The answer must be a single number: the count of lines in the data below that hold the word "liquid".

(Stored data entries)

○ ○ ○

def _solid(keys: Keys, known: Known) -> Form | None:
    """Form of solid pieces."""
    table, area = keys.get("form"), keys.given("area")
    if table is not None and area is not None and ("form" in keys.choice) == ("area" in keys.choice):
        keys.findings.add(keys.place("area"), "give form or area, not both")
    rho = density(keys.library, known.host, ROOM) if known.host else None
    if isinstance(table, PieceTable) and (area is None or "area" not in keys.choice):
        return pieces(keys.findings, keys.place("form"), table, known.mass, rho)
    if area is not None:
        keys.notes.append("only the area is known: thickness is taken as volume over area")
        return from_area(area, known.mass, rho)
    keys.missing("form", "size of the pieces: form = { shape = 'slab', thickness = '3 mm', ... }, or area")
    return None


def _bath(keys: Keys, known: Known, profile: Points | None) -> Bath | None:
    table = keys.get("form")
    if not isinstance(table, PieceTable):
        return None
    if "wall_area" in keys and ("wall_area" in keys.choice) == ("form" in keys.choice):
        keys.findings.add(keys.place("wall_area"), "give wall_area or the form of the bath, not both")
    hottest = max(T.median for _, T in profile) if profile else ROOM
    return bath(
        keys.findings, keys.place("form"), table, known.mass, density(keys.library, known.host, hottest)
    )


def _melt(keys: Keys, known: Known, profile: Points | None) -> tuple[Form | None, list[Contact]]:
    if profile:
        _in_phase(keys, profile, liquid=True)
    surface = _bath(keys, known, profile)
    own_form = "form" in keys.choice and "wall_area" not in keys.choice
    area = None if own_form else keys.given("wall_area")
    if area is None and surface is not None:
        area = exact(keys.path("form"), surface.wall)
    if area is None:
        keys.missing(
            "wall_area",
            "wetted wall area, such as '1020 cm2', or form = { shape = 'cylinder', ... } of the bath",
        )
    charge = known.charge
    if isinstance(table := keys.get("charge"), ChargeTable):
        charge = charge_of(
            keys.findings,
            keys.place("charge"),
            table,
            keys.library,
            known.host,
            known.mass,
            keys.path("charge"),
        )
    elif charge is None and not known.charge_said:
        keys.missing(
            "charge", "what goes into this melt: { form = { ... }, surface = 'etched', days_in_air = 3 }"
        )
    found = atmosphere(keys, ROOM, open_room=False)
    contacts = walls(keys, "wall", area, {}) + melt_gas(keys, found, surface) + charged(charge)
    free = next((c.area for c in contacts if c.role == "gas"), None)
    return None, contacts + heel(keys) + neighbours(keys) + dust(keys, free)


def _cast(keys: Keys, known: Known, profile: Points | None) -> tuple[Form | None, list[Contact]]:
    form = _solid(keys, known)
    area = keys.given("wall_area")
    if area is None and form is not None:
        area = exact(keys.path("form"), form.area)
    inputs = {k: g for k in ("freezing_time", "front_speed", "crop") if (g := keys.given(k)) is not None}
    if (water := keys.given("mould_water")) is not None:
        inputs["water"] = water
    found = atmosphere(keys, ROOM, open_room=False)
    return form, walls(keys, "mould", area, inputs) + melt_gas(keys, found, None)


def _pieces_in_gas(keys: Keys, form: Form | None, T: float, *, open_room: bool) -> list[Contact]:
    return stored(keys, atmosphere(keys, T, open_room=open_room), form)


def _heat(keys: Keys, known: Known, profile: Points | None) -> tuple[Form | None, list[Contact]]:
    if profile:
        _in_phase(keys, profile, liquid=False)
    if "support" not in keys:
        keys.missing(
            "support", 'what the pieces lie on, such as ["molybdenum"]; [] says that nothing touches'
        )
    form = _solid(keys, known)
    surface = exact(keys.path("form"), form.area) if form else None
    contacts = _pieces_in_gas(keys, form, ROOM, open_room=False) + supports(keys, form)
    return form, contacts + neighbours(keys) + dust(keys, surface)


def _rest(keys: Keys, known: Known, profile: Points | None) -> tuple[Form | None, list[Contact]]:
    """Contacts of cleaning, touching and storing: pieces in a room."""
    form, process = _solid(keys, known), keys.get("process")
    surface = exact(keys.path("form"), form.area) if form else None
    contacts: list[Contact] = []
    if process == "clean":
        contacts += cleaned(keys, surface)
    if process == "touch":
        contacts += touched(keys, form)
    if process == "store" or "atmosphere" in keys:
        contacts += _pieces_in_gas(keys, form, profile[0][1].median if profile else ROOM, open_room=True)
    return form, contacts + supports(keys, form) + dust(keys, surface)


_BUILD: Final[Mapping[str, Callable[[Keys, Known, Points | None], tuple[Form | None, list[Contact]]]]] = {
    "melt": _melt,
    "cast": _cast,
    "heat": _heat,
    "clean": _rest,
    "touch": _rest,
    "store": _rest,
}


def _own_furnace(keys: Keys, known: Known, process: str) -> Furnace | None:
    if process not in _VESSEL:
        return None
    table = keys.get("furnace")
    if isinstance(table, FurnaceTable) and table.ref is not None:
        if table.ref not in known.furnaces:
            near = nearest(table.ref, tuple(known.furnaces)) if known.furnaces else "add it as a table"
            keys.findings.add(keys.place("furnace"), f"no [furnaces.{table.ref!r}]; {near}")
        if len(table.model_fields_set) > 1:
            keys.findings.add(keys.place("furnace"), "give the name of a furnace or its values, not both")
        return known.furnaces.get(table.ref)
    if isinstance(table, FurnaceTable):
        return furnace_of(keys.findings, keys.place("furnace"), table, keys.library, keys.path("furnace"))
    if known.furnace is None:
        keys.notes.append("no furnace described: line and furnace are taken as perfect")
    return known.furnace


def _vent(keys: Keys) -> dict[str, Given]:
    """Vent temperature and the fractions of the gas let in."""
    table = keys.get("vent")
    if table is None:
        return {}
    place, path = keys.place("vent"), keys.path("vent")
    out: dict[str, Given] = {}
    if table.temperature is None:
        keys.findings.missing((*place, "temperature"), "temperature at which the furnace is opened")
    else:
        out["temperature"] = replace(table.temperature, key=f"{path}/temperature")
    if table.gas is None:
        keys.findings.missing((*place, "gas"), 'gas that is let in, such as "argon N5.0" or "clean-room air"')
    elif found := gas(keys.findings, (*place, "gas"), table.gas, keys.library, f"{path}/gas"):
        out |= found.fractions
    return out


def choice(keys: Keys, name: str, known: Known) -> Choice | None:
    """Complete one choice, None where it has no process."""
    process = keys.get("process")
    if process is None:
        keys.missing("process", "process: melt, cast, heat, clean, touch or store")
        return None
    for table, place in ((keys.step, keys.at_step), (keys.choice, keys.at_choice)):
        for key in table.keys() - PROCESS_KEYS[process] - _ALWAYS:
            users = ", ".join(p for p, used in PROCESS_KEYS.items() if key in used)
            keys.findings.add((*place, key), f"not used by process {process!r}, only by {users}")
    profile = _profile(keys)
    form, contacts = _BUILD[process](keys, known, profile)
    furnace = _own_furnace(keys, known, process)
    pumped = any(c.role == "gas" and isinstance(getattr(c.body, "supply", None), Pumped) for c in contacts)
    if pumped and furnace is not None and furnace.exhaust is not None:
        furnace = replace(furnace, exhaust=None)
    stirring = keys.get("stirring")
    if process == "melt" and stirring is None:
        keys.notes.append("assumed: quiescent melt")
        stirring = "quiescent"
    removal = {
        k: replace(v, key=f"{keys.path('removal')}/{k}") for k, v in (keys.get("removal") or {}).items()
    }
    return Choice(
        name,
        process,
        profile or (),
        form,
        stirring,
        furnace,
        tuple(contacts),
        _vent(keys),
        removal,
        tuple(dict.fromkeys(keys.notes)),
    )


def _name(findings: Findings, place: Place, value: object, taken: set[str], kind: str) -> str:
    """Check the name of a step or a choice."""
    if not isinstance(value, str) or not value.strip():
        findings.missing((*place, "name"), f"name of the {kind}")
        return str(place[-1])
    if "/" in value:
        findings.add((*place, "name"), "a name may not hold '/', which joins names into paths")
    if value in taken:
        findings.add((*place, "name"), f"another {kind} is called {value!r}; each wants a name of its own")
    taken.add(value)
    return value


def _tables(findings: Findings, place: Place, value: object, header: str) -> list[Mapping[str, Any]]:
    if isinstance(value, list) and all(isinstance(item, dict) for item in value):
        return value
    findings.add(place, f"tables are wanted: {header}")
    return []


def step(
    findings: Findings, index: int, raw: Mapping[str, Any], library: Library, known: Known, taken: set[str]
) -> Step | None:
    """Complete one step with its choices."""
    at: Place = ("step", index)
    table = validate(
        StepTable, {k: v for k, v in raw.items() if k != "choice"}, lambda p, t: findings.add((*at, *p), t)
    )
    name = _name(findings, at, table.get("name"), taken, "step")
    if "process" not in table:
        findings.missing((*at, "process"), "process: melt, cast, heat, clean, touch or store")
    options = _tables(findings, (*at, "choice"), raw.get("choice", []), "[[step.choice]]")
    if not options:
        views = [Keys(findings, library, known.host, table, {}, at, at, name, name)]
    else:
        views = _views(findings, library, known.host, table, at, name, options)
    labels = [view.path_choice.removeprefix(f"{name}/") for view in views]
    made = [choice(view, label, known) for view, label in zip(views, labels, strict=True)]
    _tell_lacking(findings, at, views)
    choices = tuple(one for one in made if one is not None)
    process = table.get("process") or (choices[0].process if choices else None)
    return Step(name, process, choices) if process else None
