def _without(state: State, depth: Array) -> tuple[State, Array | None]:
    thick = np.full(state.x.shape[-1], RESIDUE)
    film = state.film
    if film is not None:
        thick = np.maximum(thick, film.sum(axis=0))
        film = film * np.maximum(1.0 - depth / thick, 0.0)
    if state.surface is None:
        return replace(state, film=film), None
    taken = state.surface * np.minimum(depth / thick, 1.0)
    return replace(state, film=film, surface=state.surface - taken), taken


def _thinner(setting: Setting, contact: Contact, depth: Array) -> tuple[str, ...]:
    form = setting.choice.form
    if form is None:
        return ()
    share = float(np.median(depth)) * contact.area.median / form.volume
    return (f"{contact.name} takes off {share:.1%} of the metal",) if share >= 5e-4 else ()


def removed(
    ledger: Array, exposed: Sequence[Exposed], parts: Sequence[Part], impurities: Sequence[str]
) -> Array:
    """Book what was taken out of a bath on its own row of the ledger, (C, I, N), in place.

    Returns
    -------
    (I, N) array
        What went out with the compound of an element that follows, of the elements that lead: still in the
        bath as the parts have it.
    """
    partners: Array = np.zeros_like(ledger[0])
    rows = [c for c, one in enumerate(exposed) if one.exposure.contact == REMOVAL]
    for part in parts:
        taken = part.pickup.ledger[len(part.rows) :].sum(axis=0)
        for c in rows:
            ledger[c][part.index] += taken
        if len(part.index) != 1 or not part.skins or not np.any(taken):
            continue
        counts = atoms(part.skins[0][0].name)
        own = int(part.index[0])
        for j, other in enumerate(impurities):
            if j != own and other in counts:
                partners[j] -= counts[other] / counts[impurities[own]] * taken[0]
    return partners


def without_partners(state: State, ledger: Array, partners: Array) -> State:
    """Take out of the bath what went with a compound; the last row of the ledger is that of removal."""
    if not np.any(partners):
        return state
    gone = np.minimum(partners, state.x)
    ledger[-1] -= gone
    return replace(state, x=state.x - gone)


def finish(done: Done, entered: State, setting: Setting, exposed: Sequence[Exposed]) -> Done:
    """Return the lot after walls were eaten and the furnace was opened."""
    return _vented(_eaten(done, entered, setting), setting, exposed)


def _eaten(done: Done, entered: State, setting: Setting) -> Done:
    """Replace what walls with a measured rate of loss give by that rate, unless another wall is eaten too."""
    if not setting.liquid or done.attacked.mean() <= EATEN:
        return done
    walls = [(c, one) for c, one in enumerate(setting.choice.contacts) if one.role in ("wall", "mould")]
    rates = [(c, one, known) for c, one in walls if (known := _rate_of_loss(setting, one)) is not None]
    known_walls = {c for c, _, _ in rates}
    if not rates or any(_eats(done.ledger[c]) for c, _ in walls if c not in known_walls):
        return done
    ledger, x, suspended = done.ledger.copy(), done.after.x.copy(), done.after.suspended.copy()
    records = dict(done.records)
    notes, deepest = done.notes, np.zeros(setting.draws.n)
    start = entered.x + entered.suspended
    for c, contact, (formula, found) in rates:
        fields = found.record.fields
        z = normal(setting.draws, found.record.quantity)[0]
        depth = fields["rate_m_per_s"] * np.exp(found.record.spread * z) * setting.duration
        deepest = np.maximum(deepest, depth)
        units, used = _units(setting, contact, formula, depth)
        for element, count in atoms(formula).items():
            if element not in setting.impurities:
                continue
            i = setting.impurities.index(element)
            others = np.maximum(np.nan_to_num(ledger[:, i]), 0.0)
            ledger[:, i] = others
            ledger[c, i] = count * units / setting.amount
            x[i], suspended[i] = start[i] + ledger[:, i].sum(axis=0), 0.0
            records[element] = (*records.get(element, ()), found, *used)
        celsius = fields["T_K"] - 273.15
        notes = (*notes, f"{contact.name} is eaten: wall loss taken as measured at {celsius:.0f} degC")
    after = replace(done.after, x=x, suspended=suspended)
    return Done(after, ledger, np.zeros_like(done.attacked), done.shares, deepest, records, notes)


def _eats(gained: Array) -> bool:
    """Whether a wall alone takes the metal out of the dilute range in more than EATEN of the draws."""
    return bool(np.mean(np.nan_to_num(gained).max(axis=0) > DILUTE) > EATEN)


def _rate_of_loss(setting: Setting, contact: Contact) -> tuple[str, Found] | None:
    body = contact.body
    assert isinstance(body, Material)
    main = max(body.phases, key=lambda formula: body.phases[formula])
    found = setting.library.find("attack", host=setting.host, formula=main)
    return (main, found) if isinstance(found, Found) else None


def _units(setting: Setting, contact: Contact, formula: str, depth: Array) -> tuple[Array, tuple[Found, ...]]:
    """Return mol of a compound in a depth of wall, (N,)."""
    assert isinstance(contact.body, Material)
    name = contact.body.origin.removeprefix("containers:")
    density = setting.library.find("wall_values", material=name, property="density")
    if isinstance(density, Gap):
        density = setting.library.find("wall_values", material="*", property="density")
    assert isinstance(density, Found), "the table of wall values has no general density"
    rho = density.record.fields["value_SI"] * spread_factor(setting, density.record)
    molar = _molar_mass(setting, formula)
    return np.asarray(depth * setting.sample(contact.area) * rho / molar), (density,)


def _molar_mass(setting: Setting, formula: str) -> float:
    rows = setting.library.rows("elements")
    mass = {row.words["element"]: row.fields["molar_mass_g_per_mol"] / 1000.0 for row in rows}
    return sum(mass[element] * count for element, count in atoms(formula).items())


def _vented(done: Done, setting: Setting, exposed: Sequence[Exposed]) -> Done:
    """Open the furnace: hydrogen on cooling, and the film that grows in air."""
    choice = setting.choice
    if choice.process != "heat" or setting.liquid:
        return done
    names = [one.exposure.contact for one in exposed]
    if VENTING not in names or choice.form is None:
        note = "vent not given: hydrogen taken up on opening and the film that grows in air are not counted"
        return replace(done, notes=(*done.notes, note))
    gained, used, notes = _hydrogen(setting)
    after, film, grew, said = _air_film(done.after, setting, choice.form.area)
    ledger = done.ledger.copy()
    ledger[names.index(VENTING)] += gained + film
    surface = film if after.surface is None else after.surface + film
    records = dict(done.records)
    for element, found in (("H", used), ("O", grew)):
        if element in setting.impurities:
            records[element] = (*records.get(element, ()), *found)
    return replace(
        done,
        after=replace(after, x=after.x + gained, surface=surface),
        ledger=ledger,
        shares=_by_film(done.shares, ledger, film),
        records=records,
        notes=(*done.notes, *notes, *said),
    )


def _by_film(shares: Array, ledger: Array, film: Array) -> Array:
    """Share what holds the pickup back between the growth of the film and the rest."""
    moved = np.abs(ledger).sum(axis=0)
    part = np.median(np.abs(film) / np.maximum(moved, np.finfo(float).tiny), axis=-1)
    shared = shares * (1.0 - part)
    shared[HELD_BACK_BY.index("film growth")] += part
    return np.asarray(shared)


def _hydrogen(setting: Setting) -> tuple[Array, tuple[Found, ...], tuple[str, ...]]:
    """Content that comes in from the gas let in while the pieces cool, (I, N).

    Below :data:`TIGHT` the film that forms at once is in the way (sticking on an oxide film); above, the
    bare metal takes what reaches it. What was let into a closed vessel bounds it.
    """
    gained = np.zeros((len(setting.impurities), setting.draws.n))
    vent, form = setting.choice.vent, setting.choice.form
    assert form is not None
    if "H" not in setting.impurities or not _occludes(setting):
        return gained, (), ()
    hot = setting.sample(vent["temperature"])
    T, time = 0.5 * (hot + T_ROOM), setting.sample(_cooling(setting))
    airy = "O2" in vent and vent["O2"].median >= AIRY
    vessel = None if airy else vessel_moles(setting, setting.choice.furnace or Furnace())
    tight = vent["temperature"].median < TIGHT
    records: tuple[Found, ...] = ()
    for gas in ("H2", "H2O"):
        if gas not in vent or (gas == "H2O" and not _strips_water(setting)):
            continue
        fraction = setting.sample(vent[gas])
        conductance, found = _open_conductance(setting, gas, T, tight=tight)
        mol = conductance * fraction * ATM / P0 * form.area * time
        if vessel is not None:
            mol = np.minimum(mol, fraction * vessel)
        for element, count in atoms(gas).items():
            if element == "H" or (element in setting.impurities and not tight):
                gained[setting.impurities.index(element)] += count * mol / setting.amount
        records = (*records, *found)
    late = ("opened hot: the metal is bare and takes what reaches it",) if not tight else ()
    return gained, records, late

○ ○ ○

### Answer to this problem
4